Extinct  (1852) (IUCN 3.1)
Scientific classification
Kingdom: Animalia
Phylum: Chordata
Class: Aves
Order: Charadriiformes
Family: Alcidae
Genus: Pinguinus
Bonnaterre, 1791
Species: P. impennis
Binomial name
Pinguinus impennis
(Linnaeus, 1758)
A map showing the range of the great auk, with the coasts of North America and Europe forming two boundaries, a line stretching from New England to northern Portugal the southern boundary, and the northern boundary wrapping around the southern shore of Greenland
Approximate range (in blue) with known breeding sites indicated by yellow marks
Synonyms

The great auk (Pinguinus impennis) is a species of flightless alcid that became extinct in the mid-19th century. It was the only modern species in the genus Pinguinus. It is unrelated to the birds now known as penguins, which were discovered later and so named by sailors because of their physical resemblance to the great auk.

It bred on rocky, isolated islands with easy access to the ocean and a plentiful food supply, a rarity in nature that provided only a few breeding sites for the great auks. When not breeding, they spent their time foraging in the waters of the North Atlantic, ranging as far south as northern Spain and along the coastlines of Canada, Greenland, Iceland, the Faroe Islands, Norway, Ireland, and Great Britain.

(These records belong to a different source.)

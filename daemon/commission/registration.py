"""Registration of two frames of one field: how far the image moved between them, in pixels.

The shift is found by correlation in the Fourier domain, the method of Kuglin & Hines
(1975, "The phase correlation image alignment method", Proc. IEEE Int. Conf. on
Cybernetics and Society, 163-165), located to a hundredth of a pixel by the upsampled
matrix-multiply DFT of Guizar-Sicairos, Thurman & Fienup (2008, "Efficient subpixel image
registration algorithms", Opt. Lett. 33, 156-158), both as scikit-image implements them
(``skimage.registration.phase_cross_correlation``).

Frames are prepared first: band-passed by a difference of Gaussians (1 to 15 px: the
pixel-to-pixel noise and the lamp's shading go, the texture stays) and weighted by a Hann
window (the frame's edges would otherwise correlate with themselves at zero shift). The
correlation is used unnormalised (``normalization=None``): a camera's fixed pattern
(pixel-to-pixel response, dark signal) is the same in every frame, and beyond the optics'
cutoff the frames hold nothing else, so the phase-normalised form, which weights every
frequency alike, locks onto it at zero shift (tests/test_commission_registration.py shows
both). A first pass finds the whole-pixel shift; the second registers only the region
both frames show, where the window no longer pulls the estimate towards zero.

Shifts are the motion of the image content, (columns, rows): content at pixel p in the
reference is at p + shift in the moving frame.
"""

from __future__ import annotations

import dataclasses
import functools
from typing import Literal

import cv2
import numpy as np
from skimage.filters import window
from skimage.registration import phase_cross_correlation

BAND_PX = (1.0, 15.0)  # difference-of-Gaussians sigmas (px)
UPSAMPLE = 100  # shifts to 1/100 px
MIN_OVERLAP = 0.25  # fraction of the frame both must show for the refinement
GUESS_REACH_PX = 8.0  # how far from a guessed shift the refinement may land


@dataclasses.dataclass(frozen=True, slots=True)
class Shift:
    """Image content motion (px) of the moving frame against the reference, and quality:
    ``error`` is scikit-image's translation-invariant normalised RMS error of the aligned
    regions (0 identical, 1 nothing in common), ``overlap`` the shared fraction of the frame."""

    dx_px: float
    dy_px: float
    error: float
    overlap: float

    @property
    def vector(self) -> np.ndarray:
        return np.array([self.dx_px, self.dy_px])


@functools.lru_cache(maxsize=8)
def _hann(shape: tuple[int, int]) -> np.ndarray:
    return window("hann", shape).astype(np.float32)


def prepare(frame: np.ndarray) -> np.ndarray:
    """Band-passed (difference of Gaussians, OpenCV's separable blur: several times faster
    than the equivalent ``skimage.filters.difference_of_gaussians``) and Hann-windowed float
    copy of a frame."""
    a = np.asarray(frame, dtype=np.float32)
    fine = cv2.GaussianBlur(a, (0, 0), BAND_PX[0])
    fine -= cv2.GaussianBlur(a, (0, 0), BAND_PX[1])
    fine *= _hann(a.shape)
    return fine


def _correlate(
    reference: np.ndarray, moving: np.ndarray, upsample: int, normalization: Literal["phase"] | None
) -> tuple[np.ndarray, float]:
    shift_rc, error, _ = phase_cross_correlation(
        prepare(reference), prepare(moving), upsample_factor=upsample, normalization=normalization
    )
    # scikit-image returns the shift that registers `moving` onto `reference`: minus the content's motion.
    return -np.asarray(shift_rc, float), float(error)


def register(
    reference: np.ndarray,
    moving: np.ndarray,
    *,
    guess_px: tuple[float, float] | None = None,
    upsample: int = UPSAMPLE,
    normalization: Literal["phase"] | None = None,
) -> Shift:
    """How far the content of ``moving`` lies from where it is in ``reference`` (px).

    ``guess_px`` (columns, rows), when the shift is known roughly (from the stage move and
    a first map), replaces the first pass: for large shifts the windowed whole frames
    share little of their weighted middles and that pass can lock onto a wrong peak.
    Raises ValueError for frames of different shapes, ones that share less than
    :data:`MIN_OVERLAP` of the frame at the shift found, or a refinement that lands
    farther than :data:`GUESS_REACH_PX` from the guess."""
    ref = np.asarray(reference)
    mov = np.asarray(moving)
    if ref.shape != mov.shape or ref.ndim != 2:
        raise ValueError(f"register needs two 2-D frames of one shape, got {ref.shape} and {mov.shape}")
    h, w = ref.shape
    if guess_px is None:
        coarse, _ = _correlate(ref, mov, 1, normalization)
        dr, dc = (int(round(v)) for v in coarse)
    else:
        dr, dc = int(round(guess_px[1])), int(round(guess_px[0]))
    overlap = max(0, h - abs(dr)) * max(0, w - abs(dc)) / float(h * w)
    if overlap < MIN_OVERLAP:
        raise ValueError(f"the frames share {overlap:.0%} of the field at the shift found; need {MIN_OVERLAP:.0%}")
    # The region both frames show: reference pixel p is moving pixel p + (dr, dc).
    ref_part = ref[max(0, -dr) : h - max(0, dr), max(0, -dc) : w - max(0, dc)]
    mov_part = mov[max(0, dr) : h - max(0, -dr), max(0, dc) : w - max(0, -dc)]
    fine, error = _correlate(ref_part, mov_part, upsample, normalization)
    if guess_px is not None and float(np.hypot(*fine)) > GUESS_REACH_PX:
        raise ValueError(f"the frames do not match near the expected shift ({fine[1]:+.1f}, {fine[0]:+.1f} px off it)")
    return Shift(dx_px=dc + float(fine[1]), dy_px=dr + float(fine[0]), error=error, overlap=overlap)


class Reference:
    """A frame prepared once, for registering many frames of small shifts against it (a
    burst of the settling stage): one pass on the whole frames, the reference's transform
    reused. For shifts of a few pixels in a frame of hundreds the window's pull towards
    zero is below a hundredth of a pixel, so the second pass of :func:`register` is not needed."""

    def __init__(self, frame: np.ndarray) -> None:
        self.shape = np.asarray(frame).shape
        self._spectrum = np.fft.fft2(prepare(frame))

    def shift(self, moving: np.ndarray, *, upsample: int = UPSAMPLE) -> Shift:
        mov = np.asarray(moving)
        if mov.shape != self.shape:
            raise ValueError(f"register needs two 2-D frames of one shape, got {self.shape} and {mov.shape}")
        shift_rc, error, _ = phase_cross_correlation(
            self._spectrum, np.fft.fft2(prepare(mov)), space="fourier", upsample_factor=upsample, normalization=None
        )
        h, w = self.shape
        dr, dc = -float(shift_rc[0]), -float(shift_rc[1])
        return Shift(dx_px=dc, dy_px=dr, error=float(error), overlap=max(0.0, (h - abs(dr)) * (w - abs(dc)) / (h * w)))


def texture_ratio(still_a: np.ndarray, still_b: np.ndarray, moved: np.ndarray) -> float:
    """How much a stage step changes the image, against how much camera noise does.

    ``still_a`` and ``still_b`` are two frames of the same field, ``moved`` one after a
    small stage step. Their band-passed differences hold, for the still pair, only the
    camera's temporal noise (twice over), and for the moved one the texture as well; the
    fixed pattern of the camera cancels in both. Returns var(moved - a) / var(b - a): about
    1 for a field without texture (or a stage that did not move), far above it with cells.
    """
    a = prepare(still_a)
    noise = float(np.var(prepare(still_b) - a))
    change = float(np.var(prepare(moved) - a))
    return change / noise if noise > 0 else float("inf")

The great auk was 75 to 85 cm (30 to 33 in) tall and weighed about 5 kg (11 lb), making it the second-largest member of the alcid family (Miomancalla was larger). It had a black back and a white belly. The black beak was heavy and hooked, with grooves on its surface. During summer, great auk plumage showed a white patch over each eye. During winter, the great auk lost these patches, instead developing a white band stretching between the eyes. The wings were only 15 cm (5.9 in) long, rendering the bird flightless. Instead, the great auk was a powerful swimmer, a trait that it used in hunting. Its favourite prey were fish, including Atlantic menhaden and capelin, and crustaceans. Although agile in the water, it was clumsy on land. Great auk pairs mated for life. They nested in extremely dense and social colonies, laying one egg on bare rock. The egg was white with variable brown marbling. Both parents participated in the incubation of the egg for around 6 weeks before the young hatched. The young left the nest site after 2-3 weeks, although the parents continued to care for it.

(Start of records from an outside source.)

async def test_free_space_reserve_stops_the_time_lapse_cleanly(tmp_path: Path) -> None:
    free = {"bytes": 10_000 * MB}

    def shrink(driver: Driver) -> None:
        def act(e: dict[str, Any]) -> None:
            if e["type"] == "time_point" and e["status"] == "done" and e["tp"] == 0:
                free["bytes"] = 120 * MB  # the disk filled up with something else meanwhile
        driver.actions.append(act)

    guard = SpaceGuard(tmp_path, reserve_mb=100.0, free=lambda _p: free["bytes"] - 20 * MB)
    scheduler, driver, state = await run_new(tmp_path, make_plan(count=4), setup=shrink, space_guard=guard)
    assert state == "stopped"
    points = scheduler.index.time_points(scheduler.id)
    assert [p["status"] for p in points] == ["done", "missed"]
    assert "free-space reserve" in points[1]["reason"]
    alerts = [a for a in scheduler.index.alerts(scheduler.id) if a["kind"] == "storage"]
    assert alerts and alerts[0]["level"] == "error" and "100 MB are kept in reserve" in alerts[0]["message"]
    assert "free-space reserve" in scheduler.index.timelapse(scheduler.id)["stop_reason"]
    assert no_partial_files(tmp_path)


async def test_disk_full_during_a_write_stops_cleanly_with_no_partial_file(
    tmp_path: Path, monkeypatch: pytest.MonkeyPatch
) -> None:
    calls = {"n": 0}
    real = frames_mod._write_all

    def fills_up(fh: Any, data: Any) -> None:
        calls["n"] += 1
        if calls["n"] == 4:
            fh.write(bytes(data)[: len(data) // 3])
            raise OSError(errno.ENOSPC, os.strerror(errno.ENOSPC))
        real(fh, data)

    monkeypatch.setattr(frames_mod, "_write_all", fills_up)
    scheduler, driver, state = await run_new(tmp_path, make_plan(count=3))
    assert state == "stopped"
    index = scheduler.index
    assert len(index.frames(scheduler.id)) == 3
    points = index.time_points(scheduler.id)
    assert [p["status"] for p in points] == ["done", "partial"]
    skipped = [p for p in index.positions(scheduler.id, 1) if p["status"] == "skipped"]
    assert [p["key"] for p in skipped] == ["B3-1"] and "No space left" in skipped[0]["reason"]
    assert any(a["level"] == "error" and "No space left" in a["message"] for a in driver.of("alert"))
    assert no_partial_files(tmp_path)
    report = reconcile(tmp_path, index, verify="all")
    assert report.clean and not report.reindexed and report.verified == 3


async def test_correction_saves_both_kinds_and_says_so_when_uncalibrated(tmp_path: Path) -> None:
    from daemon.illumination.calibration import CalibrationStore, acquire_dark, acquire_flat

    profile = sim_profile()
    plan = make_plan(count=1, correction=True, save="both")
    # Without calibration frames: a warning, and raw frames only.
    uncal, driver, _ = await run_new(tmp_path / "a", plan, profile=profile)
    assert {f["kind"] for f in uncal.index.frames(uncal.id)} == {"raw"}
    assert any(a["kind"] == "correction" and a["level"] == "warning" for a in driver.of("alert"))

    data = tmp_path / "b"
    store = CalibrationStore(data / "calibration")
    cam = profile.camera
    async with sim_scope(profile, speed=SPEED) as scope:
        x, y = scope.truth.world.well_centre_um("H12")  # the sim plate's empty well: a blank field
        await scope.move_to(x_um=x, y_um=y, z_um=profile.sim.focal_plane.z0_um)
        dark = await acquire_dark(scope, frames=4, exposure_ms=cam.exposure_ms, gain_db=cam.gain_db)
        flat = await acquire_flat(scope, frames=4, exposure_ms=cam.exposure_ms, gain_db=cam.gain_db, defocus_um=200.0)
    store.save_dark(profile, dark, exposure_ms=cam.exposure_ms, gain_db=cam.gain_db, frames=4, bit_depth=8)
    store.save_flat(profile, flat, exposure_ms=cam.exposure_ms, gain_db=cam.gain_db, frames=4, bit_depth=8)
    cal, driver, _ = await run_new(data, plan, profile=profile)
    frames = cal.index.frames(cal.id)
    assert sorted(f["kind"] for f in frames) == ["corrected", "corrected", "raw", "raw"]
    corrector = store.corrector_for(profile, cam.exposure_ms, cam.gain_db)
    for key in ("B2-1", "B3-1"):
        raw = tifffile.imread(data / next(f["path"] for f in frames if f["key"] == key and f["kind"] == "raw"))
        cor = tifffile.imread(data / next(f["path"] for f in frames if f["key"] == key and f["kind"] == "corrected"))
        np.testing.assert_array_equal(cor, corrector.apply_to_dtype(raw))
    assert not any(a["kind"] == "correction" for a in driver.of("alert"))


async def test_focus_policy_first_and_tracking_state_kept_for_resume(tmp_path: Path) -> None:
    # 640 x 480: enough cells in the field for the focus curve to stand out of the noise.
    plan = make_plan(count=2, autofocus="first", interval_s=86400.0)  # the first searches take hours at this speed
    scheduler, driver, state = await run_new(tmp_path, plan, profile=sim_profile(640, 480))
    assert state == "completed"
    pos = {(p["tp"], p["key"]): p for p in scheduler.index.positions(scheduler.id)}
    frames = {(f["tp"], f["key"]): f for f in scheduler.index.frames(scheduler.id)}
    for key in ("B2-1", "B3-1"):
        first = json.loads(pos[(0, key)]["focus_json"])
        assert first["curve"], "every focus run records its focus curve"
        second = pos[(1, key)]["focus_json"]
        # "first": focus only at the first time point, unless it found nothing there.
        assert (second is None) == first["found"]
        if first["found"]:
            # The saved frame is the one in the plane focus found, then kept for later time points.
            assert frames[(0, key)]["z_um"] == pytest.approx(first["z_um"], abs=0.01)
            assert frames[(1, key)]["z_um"] == pytest.approx(first["z_um"], abs=0.01)
            assert frames[(1, key)]["focus_found"] is None  # not searched at time point 1
    saved = scheduler.index.resume_state(scheduler.id)
    assert set(saved["tracker"]["keys"]) >= {"B2-1"}
    assert saved["first_focus"]["planes"] == pytest.approx({
        k: json.loads(pos[(0, k)]["focus_json"])["z_um"]
        for k in ("B2-1", "B3-1") if json.loads(pos[(0, k)]["focus_json"])["found"]
    }, abs=0.001)
    assert driver.of("focus_point")


async def test_resume_with_another_profile_is_refused(tmp_path: Path) -> None:
    scheduler, _, _ = await run_new(tmp_path, make_plan(count=1))
    other = sim_profile()
    other = type(other)(**{**other.__dict__, "path": Path("hw_profiles/other-sim.toml")})
    async with sim_scope(other, data_dir=tmp_path) as scope:
        with pytest.raises(ConfigError, match="started with profile 'sim'"):
            Scheduler.resume(scope, tmp_path, scheduler.index, scheduler.id)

The great auk was an important part of many Native American cultures, both as a food source and as a symbolic item. Many Maritime Archaic people were buried with great auk bones. One burial discovered included someone covered by more than 200 great auk beaks, which are presumed to be the remnants of a cloak made of great auk skins. Early European explorers to the Americas used the great auk as a convenient food source or as fishing bait, reducing its numbers. The bird's down was in high demand in Europe, a factor that largely eliminated the European populations by the mid-16th century. Scientists soon began to realize that the great auk was disappearing and it became the beneficiary of many early environmental laws, but this proved ineffectual.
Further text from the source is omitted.